* _What the task asks_: Print the records below word for word, beginning with the first line and ending once the line containing "const fixture = TestBed.createComponent(component);" is printed.

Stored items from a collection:
__________
import { UnusableLogError } from './unusable-log-error';

const BYTES_PER_MIB = 1024 * 1024;
const LINE_FEED = 0x0a;
const CARRIAGE_RETURN = 0x0d;

/** The most that is read of one file. */
export interface ReadingLimits {
  readonly unpackedMib: number;
  readonly lines: number;
}

/** Stops the reading of a file that is too much, before it fills the memory. */
export class LimitedReading {
  #bytes = 0;
  #lineFeeds = 0;
  #carriageReturns = 0;

  constructor(private readonly limits: ReadingLimits) {}

  /** @throws {UnusableLogError} */
  take(piece: Uint8Array): void {
    this.#bytes += piece.length;
    if (this.#bytes > this.limits.unpackedMib * BYTES_PER_MIB) {
      throw new UnusableLogError(
        `The file unpacks to more than ${this.limits.unpackedMib} MiB, which is the most that is read.`,
      );
    }
    for (const byte of piece) {
      if (byte === LINE_FEED) this.#lineFeeds += 1;
      else if (byte === CARRIAGE_RETURN) this.#carriageReturns += 1;
    }
    // Of the pair that ends a line only one counts. The last line may go without an end.
    this.checkLines(Math.max(this.#lineFeeds, this.#carriageReturns));
  }

  /** @throws {UnusableLogError} */
  checkLines(lines: number): void {
    const most = this.limits.lines;
    if (lines <= most) return;
    throw new UnusableLogError(
      `The file has more than ${most.toLocaleString('en')} lines, which is the most that is read: send it in parts.`,
    );
  }
}
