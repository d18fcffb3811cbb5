import { provideHttpClient, withFetch, withInterceptors } from '@angular/common/http';
import { HttpTestingController, provideHttpClientTesting } from '@angular/common/http/testing';
import { type Type } from '@angular/core';
import { type ComponentFixture, TestBed } from '@angular/core/testing';
import { provideRouter, Router, type Routes, withComponentInputBinding } from '@angular/router';
import { RouterTestingHarness } from '@angular/router/testing';
import { problemInterceptor } from '../app/api/problem-interceptor';

/** A component on its own, with HTTP faked at the edge; `inputs` as its template would bind them. */
export async function showComponent<T>(component: Type<T>, inputs: Record<string, unknown> = {}) {
  provideFakes([]);
  const fixture = TestBed.createComponent(component);
  for (const [name, value] of Object.entries(inputs)) fixture.componentRef.setInput(name, value);
  return seen(fixture, fixture.nativeElement as HTMLElement);
}

/** Pages behind a router, opened at `address`. */
export async function openPage(routes: Routes, address: string) {
  provideFakes(routes);
  const harness = await RouterTestingHarness.create(address);
  return {
    harness,
    ...(await seen(harness.fixture, harness.fixture.nativeElement as HTMLElement)),
  };
}

function provideFakes(routes: Routes): void {
  TestBed.configureTestingModule({
    providers: [
      provideRouter(routes, withComponentInputBinding()),
      provideHttpClient(withFetch(), withInterceptors([problemInterceptor])),
      provideHttpClientTesting(),
    ],
  });
}

async function seen<T>(fixture: ComponentFixture<T>, page: HTMLElement) {
  /** Effects, answers and what follows from them. `whenStable` would wait for requests yet to be answered. */
  const settle = async (): Promise<void> => {
    for (let round = 0; round < 3; round++) {
      TestBed.tick();
      await new Promise((done) => setTimeout(done));
    }
    TestBed.tick();
  };
  await settle();
  return {
    fixture,
    page,
    http: TestBed.inject(HttpTestingController),
    router: TestBed.inject(Router),
    settle,
    /** Types into the field with that label. */
    type: (label: string, text: string): void => {
      const input = fieldIn(page, label);
      input.value = text;
      input.dispatchEvent(new Event(input instanceof HTMLSelectElement ? 'change' : 'input'));
    },
    /** The sentence under the field with that label. */
    faultOf: (label: string) =>
      fieldIn(page, label).closest('app-field')?.querySelector('.fault')?.textContent,
    /** Clicks natively: Material's harness would wait for the answer of the request. */
    press: (name: string): void => {
      const buttons = [...page.querySelectorAll<HTMLElement>('button, a')];
      const found = buttons.find((button) => button.textContent.trim() === name);
      if (!found) throw new Error(`There is no button or link "${name}".`);
      found.click();
    },
  };
}

function fieldIn(page: HTMLElement, label: string): HTMLInputElement | HTMLSelectElement {
  const labels = [...page.querySelectorAll('label')];
  const id = labels.find((one) => one.textContent.trim() === label)?.htmlFor ?? 'none';
  const field = page.querySelector<HTMLInputElement | HTMLSelectElement>(`#${id}`);
  if (!field) throw new Error(`There is no field "${label}".`);
  return field;
}
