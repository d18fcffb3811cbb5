import { setTimeout as sleep } from 'node:timers/promises';
import pg from 'pg';

/** Class of the advisory locks that living worker pools hold, each on its own id. */
const LOCK_CLASS = 7201;

const POOLS_WITHOUT_LOCK = `
  SELECT DISTINCT jobs.locked_by AS "poolId"
    FROM graphile_worker.jobs
   WHERE jobs.locked_by IS NOT NULL AND NOT EXISTS (
     SELECT 1 FROM pg_locks
      WHERE locktype = 'advisory' AND granted AND objsubid = 2
        AND database = (SELECT oid FROM pg_database WHERE datname = current_database())
        AND classid::bigint = ${LOCK_CLASS}
        AND objid::bigint = (hashtext(jobs.locked_by)::bigint & 4294967295))`;

export interface PresenceOptions {
  readonly databaseUrl: string;
  readonly poolId: string;
  readonly sweepMs: number;
  readonly log: (message: string) => void;
  /** Called after each sweep. */
  readonly afterSweep: () => Promise<void>;
}

/**
 * Shows that this worker lives, and gives back the jobs of those that do not. The queue itself would keep a killed
 * worker's job for four hours. Each worker process holds an advisory lock that PostgreSQL drops with its connection; a
 * pool that has jobs and no lock, twice running, is dead. The lock hangs on a connection and not on a timer: a process
 * that computes for seconds stays present.
 */
export class WorkerPresence {
  #stopped = false;
  #running: Promise<void> | undefined;

  constructor(private readonly options: PresenceOptions) {}

  start(): void {
    this.#running = this.#keepPresent();
  }

  async stop(): Promise<void> {
    this.#stopped = true;
    await this.#running;
  }

  async #keepPresent(): Promise<void> {
    while (!this.#stopped) {
      try {
        await this.#watch();
      } catch (error) {
        this.options.log(`Presence was interrupted: ${String(error)}`);
        await sleep(100); // soon: the other workers are counting
      }
    }
  }

  /** One connection's life: the lock, then sweep after sweep. */
  async #watch(): Promise<void> {
    const client = new pg.Client({
      connectionString: this.options.databaseUrl,
      keepAlive: true,
      application_name: 'stillpier-presence',
    });
    const lost = new Promise<void>((resolve) => {
      client.on('error', () => {
        resolve();
      });
      client.on('end', resolve);
    });
    try {
      await client.connect();
      await client.query('SELECT pg_advisory_lock($1::int, hashtext($2))', [
        LOCK_CLASS,
        this.options.poolId,
      ]);
      let suspects = new Set<string>();
      while (!this.#stopped) {
        suspects = await this.#sweep(client, suspects);
        await this.options.afterSweep();
        await Promise.race([sleep(this.options.sweepMs), lost]);
      }
    } finally {
      await client.end().catch(() => undefined); // it may be what was lost
    }
  }

  /** Once may be a worker that is reconnecting or was just born; twice running is none. */
  async #sweep(client: pg.Client, suspects: ReadonlySet<string>): Promise<Set<string>> {
    const { rows } = await client.query<{ poolId: string }>(POOLS_WITHOUT_LOCK);
    const now = rows.map(({ poolId }) => poolId);
    const dead = now.filter((poolId) => suspects.has(poolId));
    if (dead.length > 0) {
      await client.query('SELECT graphile_worker.force_unlock_workers($1::text[])', [dead]);
      // Wakes idle workers at once, as the queue does for a new job.
      await client.query(`SELECT pg_notify('jobs:insert', '{"r":"sweep","count":1}')`);
      this.options.log(`Gave back the jobs of ${dead.join(', ')}`);
    }
    return new Set(now);
  }
}
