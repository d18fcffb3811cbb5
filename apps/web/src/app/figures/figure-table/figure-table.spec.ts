import { TestBed } from '@angular/core/testing';
import { FigureTable } from './figure-table';

function renderTable() {
  const fixture = TestBed.createComponent(FigureTable);
  fixture.componentRef.setInput('of', 'Spectrum');
  fixture.componentRef.setInput('columns', [
    { head: 'Name', numeric: false },
    { head: 'Period', numeric: true },
  ]);
  fixture.componentRef.setInput('rows', [['worm', '480 s']]);
  return { fixture, page: fixture.nativeElement as HTMLElement };
}

describe('FigureTable', () => {
  it('keeps its rows out of the page until they are asked for', async () => {
    const { fixture, page } = renderTable();
    await fixture.whenStable();
    expect(page.querySelector('table')).toBeNull();

    const details = page.querySelector('details')!;
    details.open = true;
    details.dispatchEvent(new Event('toggle'));
    await fixture.whenStable();
    expect(page.querySelector('td')?.textContent).toBe('worm');
    expect(page.querySelector('td.numeric')?.textContent).toBe('480 s');
    expect(page.querySelector('caption')?.textContent.trim()).toBe('Spectrum');
  });
});
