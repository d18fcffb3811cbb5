import type { TaskList } from 'graphile-worker';
import { READ_LOG_TASK } from '../imports/start-reading';
import { SEND_MAIL_TASK } from '../mail/mail-queue';
import { type MailParts, sendMailTask } from '../mail/send-mail-task';
import { readLogTask } from './read-log-task';

export interface TaskParts {
  readonly mail: MailParts;
  readonly log: (message: string, error?: unknown) => void;
}

/** Everything that the queue can be asked to do. */
export function taskList({ mail, log }: TaskParts): TaskList {
  return {
    [READ_LOG_TASK]: readLogTask(mail.knex, log),
    [SEND_MAIL_TASK]: sendMailTask(mail),
  };
}
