import { setImmediate as letOthersRun } from 'node:timers/promises';
import {
  type ColumnMap,
  createLogReader,
  type GuideLog,
  type LogReader,
} from '@stillpier/guide-log';
import type { Knex } from 'knex';
import { columnMapsFor } from '../column-maps/column-map-service';
import { readChunks } from '../imports/import-chunks';
import type { ImportModel } from '../imports/import-model';
import { instantOfWallClock } from '../nights/night-date';
import { chooseMap } from './choose-map';

/** Larger pieces are slower to read, and would keep the process from hearing that it should stop. */
const PIECE_BYTES = 64 * 1024;

/**
 * Reads the original of an import into frames, never more than a chunk of it in memory.
 *
 * @param onPiece Called after every piece with the share of the file that is read; throws to stop.
 * @throws {GuideLogError} When the file cannot be used as a guide log.
 */
export async function readOriginal(
  knex: Knex,
  row: ImportModel,
  timeZone: string,
  onPiece: (share: number) => Promise<void>,
): Promise<GuideLog> {
  let reader: LogReader | undefined;
  let readBytes = 0;
  for await (const chunk of readChunks(knex, row)) {
    reader ??= createLogReader({
      map: await mapFor(knex, row, chunk),
      instantOfLocalTime: (seconds) =>
        instantOfWallClock(seconds * 1000, timeZone).getTime() / 1000,
    });
    for (let at = 0; at < chunk.length; at += PIECE_BYTES) {
      const piece = chunk.subarray(at, at + PIECE_BYTES);
      reader.push(piece);
      readBytes += piece.length;
      await letOthersRun();
      await onPiece(readBytes / row.sizeBytes);
    }
  }
  return (reader ?? createLogReader({})).finish();
}

async function mapFor(knex: Knex, row: ImportModel, firstBytes: Buffer): Promise<ColumnMap> {
  const saved = await columnMapsFor(knex, row.rigId, row.uploadedBy);
  return chooseMap(firstBytes, row.map, saved);
}
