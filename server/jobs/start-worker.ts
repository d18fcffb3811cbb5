import { EventEmitter } from 'node:events';
import { Logger, run, type TaskList, type WorkerEvents } from 'graphile-worker';
import type { Knex } from 'knex';
import { makePool } from '../database/connection';
import { failAbandonedImports } from './abandoned-imports';
import { WorkerPresence } from './worker-presence';

/** Of the queue's own messages; the others tell of every job. */
const LOGGED_LEVELS = new Set<string>(['error', 'warning']);

export interface WorkerOptions {
  readonly databaseUrl: string;
  readonly knex: Knex;
  readonly tasks: TaskList;
  /** How often a worker looks for the jobs of the dead. */
  readonly sweepMs: number;
  /** How long a job may go on once the worker is told to stop. */
  readonly graceMs: number;
  readonly log: (message: string, error?: unknown) => void;
}

export interface Worker {
  /** Lets the current job end or gives it back; it is not counted as a try. */
  stop(): Promise<void>;
}

/** One worker: one job at a time, since each keeps a processor busy. More workers are more processes. */
export async function startWorker(options: WorkerOptions): Promise<Worker> {
  const { databaseUrl, knex, tasks, sweepMs, log } = options;
  const pool = makePool(databaseUrl, 4);
  const events = new EventEmitter() as WorkerEvents;
  let poolId = '';
  let isStopping = false;
  /** Jobs that were begun and not ended, by id: how often they had been tried before. */
  const begun = new Map<string, number>();
  events.on('pool:create', ({ workerPool }) => (poolId = workerPool.id));
  events.on('job:start', ({ job }) => begun.set(job.id, job.attempts - 1));
  events.on('job:success', ({ job }) => begun.delete(job.id));
  events.on('job:error', ({ job }) => {
    if (!isStopping) begun.delete(job.id);
  });

  const runner = await run({
    pgPool: pool,
    taskList: tasks,
    concurrency: 1,
    pollInterval: 1000,
    noHandleSignals: true,
    events,
    preset: { worker: { gracefulShutdownAbortTimeout: options.graceMs } },
    logger: new Logger(() => (level, message) => {
      if (LOGGED_LEVELS.has(level)) log(message);
    }),
  });
  runner.promise.catch((error: unknown) => {
    log('The queue ended', error);
  });
  const presence = new WorkerPresence({
    ...{ databaseUrl, poolId, sweepMs, log },
    afterSweep: () => failAbandonedImports(knex),
  });
  presence.start();

  return {
    stop: async () => {
      isStopping = true;
      await runner.stop();
      // The queue counts an interrupted run as a failed try and delays the next one: undo both. Unlocked first, since
      // it may still be about to fail a job that did not hear in time.
      await pool.query('SELECT graphile_worker.force_unlock_workers(ARRAY[$1])', [poolId]);
      for (const [id, attempts] of begun) {
        await pool.query(
          'SELECT graphile_worker.reschedule_jobs(ARRAY[$1::bigint], run_at => now(), attempts => $2::int)',
          [id, attempts],
        );
      }
      await presence.stop();
      await pool.end();
    },
  };
}
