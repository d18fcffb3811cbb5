import type { Knex } from 'knex';
import { mailImportEnd } from '../imports/import-mails';
import { ImportModel } from '../imports/import-model';
import { announceImport } from '../imports/import-notices';

const SENTENCE =
  'The program that read this file was stopped each time before it was done; the file may be too much for it.';

/**
 * Fails the imports that no worker will take up again: their job is gone, or its tries are used up and nobody works on
 * it. That happens when every try ended by the worker's own death, which then could not say so itself.
 */
export async function failAbandonedImports(knex: Knex): Promise<void> {
  await knex.transaction(async (trx) => {
    const abandoned = await ImportModel.query(trx)
      .whereIn('state', ['waiting', 'running'])
      .whereNotExists(
        trx('graphile_worker.jobs')
          .whereRaw('jobs.id = imports.job_id')
          .whereRaw('(jobs.locked_at IS NOT NULL OR jobs.attempts < jobs.max_attempts)')
          .select(trx.raw('1')),
      )
      .patch({ state: 'failed', stage: 'Failed', error: SENTENCE })
      .returning('*');
    for (const row of abandoned) {
      await announceImport(trx, { rigId: row.rigId, importId: row.id });
      await mailImportEnd(trx, row, 'failed');
    }
  });
}
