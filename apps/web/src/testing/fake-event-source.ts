import { vi } from 'vitest';

/** The browser's event stream, faked: `tell` is the server speaking. */
export class FakeEventSource {
  static last: FakeEventSource;
  private listener: ((event: MessageEvent<string>) => void) | undefined;
  readonly close = vi.fn();
  constructor(readonly url: string) {
    FakeEventSource.last = this;
  }
  addEventListener(_type: string, listener: (event: MessageEvent<string>) => void) {
    this.listener = listener;
  }
  tell(event: object) {
    this.listener?.(new MessageEvent('import', { data: JSON.stringify(event) }));
  }
}
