import { ANALYSIS_VERSION, type AnalysedSeries, type LogAnalysis } from '@stillpier/analysis';
import {
  type Run,
  SERIES_CHANNELS,
  type SeriesChannel,
  type SpectrumCurve,
} from '@stillpier/contract';
import type { Knex } from 'knex';
import { nightDateOf } from '../nights/night-date';
import { packFloat32, packFloat64 } from '../nights/packed-series';
import { holdRig, recomputeNights } from '../nights/recompute-nights';
import { RunModel } from '../nights/run-model';
import { RunSeriesModel } from '../nights/run-series-model';
import { type ImportTurn, TakenOverError } from './import-turn';
import { runIdOf } from './run-id';

interface Analysed {
  readonly analysis: LogAnalysis;
  /** Where each run begins, in seconds since the first frame of the log. */
  readonly offsetsSeconds: readonly number[];
  readonly correctionUnit: 'ms' | 'arcsec' | null;
  readonly seeingFwhmArcsec: number | null;
}

/**
 * Puts what was found in place of what an earlier reading of the import left, all or nothing: runs, series, nights and
 * the finished import.
 */
export async function storeAnalysis(
  knex: Knex,
  turn: ImportTurn,
  { analysis, offsetsSeconds, correctionUnit, seeingFwhmArcsec }: Analysed,
): Promise<void> {
  const { id: importId, rigId, setupId } = turn.row;
  const { document } = analysis;
  await knex.transaction(async (trx) => {
    const rig = await holdRig(trx, rigId);
    if (!rig) throw new TakenOverError(`rig ${rigId} is gone`);
    await turn.end(trx, {
      ...{ state: 'done', stage: 'Done', progress: 1, error: null },
      ...{ document, analysisVersion: ANALYSIS_VERSION },
      lineCount: document.reading.lines,
      frameCount: document.reading.frames,
      refusedCount: document.reading.refusedCount,
    });
    const earlier = await RunModel.query(trx).where({ importId }).delete().returning('night');
    const nights = new Set(earlier.map(({ night }) => night));
    for (const [at, analysedRun] of analysis.runs.entries()) {
      const run = document.runs[at];
      const logOffsetSeconds = offsetsSeconds[at];
      if (!run || logOffsetSeconds === undefined) {
        throw new Error('The analysis has series without a run');
      }
      const id = runIdOf(importId, run.index);
      const night = nightDateOf(startOf(run), rig.site.timeZone);
      nights.add(night);
      await RunModel.query(trx).insert({
        ...{ id, rigId, importId, setupId, night, seeingFwhmArcsec, run },
        ...{ logOffsetSeconds, correctionUnit },
        ...measuresOf(run),
        optics: document.optics,
        spectrum: spectrumOf(analysedRun),
      });
      for (const channel of seriesOf(id, analysedRun)) {
        await RunSeriesModel.query(trx).insert(channel);
      }
    }
    await recomputeNights(trx, rigId, nights);
  });
}

/** The document's measures that are sorted and filtered by. */
function measuresOf(run: Run) {
  return {
    runIndex: run.index,
    target: run.target,
    startsAt: startOf(run),
    durationSeconds: run.durationSeconds,
    frames: run.frames,
    used: run.used,
    raRmsArcsec: run.ra?.rmsArcsec ?? null,
    decRmsArcsec: run.dec?.rmsArcsec ?? null,
    totalRmsArcsec: run.total?.rmsArcsec ?? null,
    aspect: run.footprint?.aspect ?? null,
    positionAngleDegrees: run.footprint?.positionAngleDegrees ?? null,
    subs: run.subs?.count ?? null,
    subsWithin: run.subs?.within ?? null,
  };
}

function startOf({ index, start }: Run): Date {
  if (start === null) throw new Error(`Run ${index} has no start`); // refused before the analysis
  return new Date(start);
}

function spectrumOf({ spectrumCurve }: AnalysedSeries): SpectrumCurve | null {
  return (
    spectrumCurve && {
      periodSeconds: [...spectrumCurve.periodsSeconds],
      raAmplitudeArcsec: [...spectrumCurve.raAmplitudeArcsec],
      decAmplitudeArcsec: [...spectrumCurve.decAmplitudeArcsec],
    }
  );
}

/** One row a channel; what the log does not have has no row. */
function seriesOf(runId: string, run: AnalysedSeries) {
  const { series } = run;
  if (!series) return []; // in guide pixels, without a scale
  const channels: Record<SeriesChannel, ArrayLike<number> | null> = {
    raError: series.raErrorArcsec,
    decError: series.decErrorArcsec,
    raCorrection: series.raCorrection,
    decCorrection: series.decCorrection,
    raUncorrected: run.uncorrectedRaArcsec,
    decUncorrected: run.uncorrectedDecArcsec,
    setAside: series.setAside,
  };
  const rows = SERIES_CHANNELS.flatMap((channel) => {
    const samples = channels[channel];
    return samples ? [{ runId, channel, samples: packFloat32(samples) }] : [];
  });
  return [{ runId, channel: 'time' as const, samples: packFloat64(series.timeSeconds) }, ...rows];
}
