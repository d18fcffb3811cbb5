import { createHash } from 'node:crypto';

/** The same import and run give the same id however often they are read: links to a run outlive a second reading. */
export function runIdOf(importId: string, runIndex: number): string {
  const hash = createHash('sha256').update(`run ${runIndex} of ${importId}`).digest();
  hash[6] = ((hash[6] ?? 0) & 0x0f) | 0x80; // version 8 of RFC 9562: made by the application's own rule
  hash[8] = ((hash[8] ?? 0) & 0x3f) | 0x80;
  const hex = hash.toString('hex');
  return [
    hex.slice(0, 8),
    hex.slice(8, 12),
    hex.slice(12, 16),
    hex.slice(16, 20),
    hex.slice(20, 32),
  ].join('-');
}
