import { cutRuns, type LogFrames, type RunByHand } from '@stillpier/analysis';
import type { Stretch } from '../by-hand/stretches';

/** A frame that stands on the edge of a stretch falls on the side that was meant, whatever the last digits say. */
const SLACK_SECONDS = 0.0005;

/** Where each run of a log begins, in seconds since the first frame of the log. */
export function runOffsets(frames: LogFrames): number[] {
  return cutRuns(frames).map(({ from }) => frames.timeSeconds[from] ?? 0);
}

/** Stretches of a log as the analysis takes them: by run, in seconds of the run. */
export function runsByHand(
  offsetsSeconds: readonly number[],
  stretches: readonly Stretch[],
): RunByHand[] {
  return offsetsSeconds.flatMap((offset, i) =>
    stretches.map(({ fromSeconds, toSeconds }) => ({
      run: i + 1,
      fromSeconds: fromSeconds - offset - SLACK_SECONDS,
      toSeconds: toSeconds - offset - SLACK_SECONDS,
    })),
  );
}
__________
* _Your solution_:
import { UnusableLogError } from './unusable-log-error';

const BYTES_PER_MIB = 1024 * 1024;
const LINE_FEED = 0x0a;
const CARRIAGE_RETURN = 0x0d;

/** The most that is read of one file. */
export interface ReadingLimits {
  readonly unpackedMib: number;
  readonly lines: number;
}

/** Stops the reading of a file that is too much, before it fills the memory. */
export class LimitedReading {
  #bytes = 0;
  #lineFeeds = 0;
  #carriageReturns = 0;

  constructor(private readonly limits: ReadingLimits) {}

  /** @throws {UnusableLogError} */
  take(piece: Uint8Array): void {
    this.#bytes += piece.length;
    if (this.#bytes > this.limits.unpackedMib * BYTES_PER_MIB) {
      throw new UnusableLogError(
        `The file unpacks to more than ${this.limits.unpackedMib} MiB, which is the most that is read.`,
      );
    }
    for (const byte of piece) {
      if (byte === LINE_FEED) this.#lineFeeds += 1;
      else if (byte === CARRIAGE_RETURN) this.#carriageReturns += 1;
    }
    // Of the pair that ends a line only one counts. The last line may go without an end.
    this.checkLines(Math.max(this.#lineFeeds, this.#carriageReturns));
  }

  /** @throws {UnusableLogError} */
  checkLines(lines: number): void {
    const most = this.limits.lines;
    if (lines <= most) return;
    throw new UnusableLogError(
      `The file has more than ${most.toLocaleString('en')} lines, which is the most that is read: send it in parts.`,
    );
  }
}
repository d18fcffb3811cbb5
import { provideHttpClient, withFetch, withInterceptors } from '@angular/common/http';
import { HttpTestingController, provideHttpClientTesting } from '@angular/common/http/testing';
import { type Type } from '@angular/core';
import { type ComponentFixture, TestBed } from '@angular/core/testing';
import { provideRouter, Router, type Routes, withComponentInputBinding } from '@angular/router';
import { RouterTestingHarness } from '@angular/router/testing';
import { problemInterceptor } from '../app/api/problem-interceptor';

/** A component on its own, with HTTP faked at the edge; `inputs` as its template would bind them. */
export async function showComponent<T>(component: Type<T>, inputs: Record<string, unknown> = {}) {
  provideFakes([]);
  const fixture = TestBed.createComponent(component);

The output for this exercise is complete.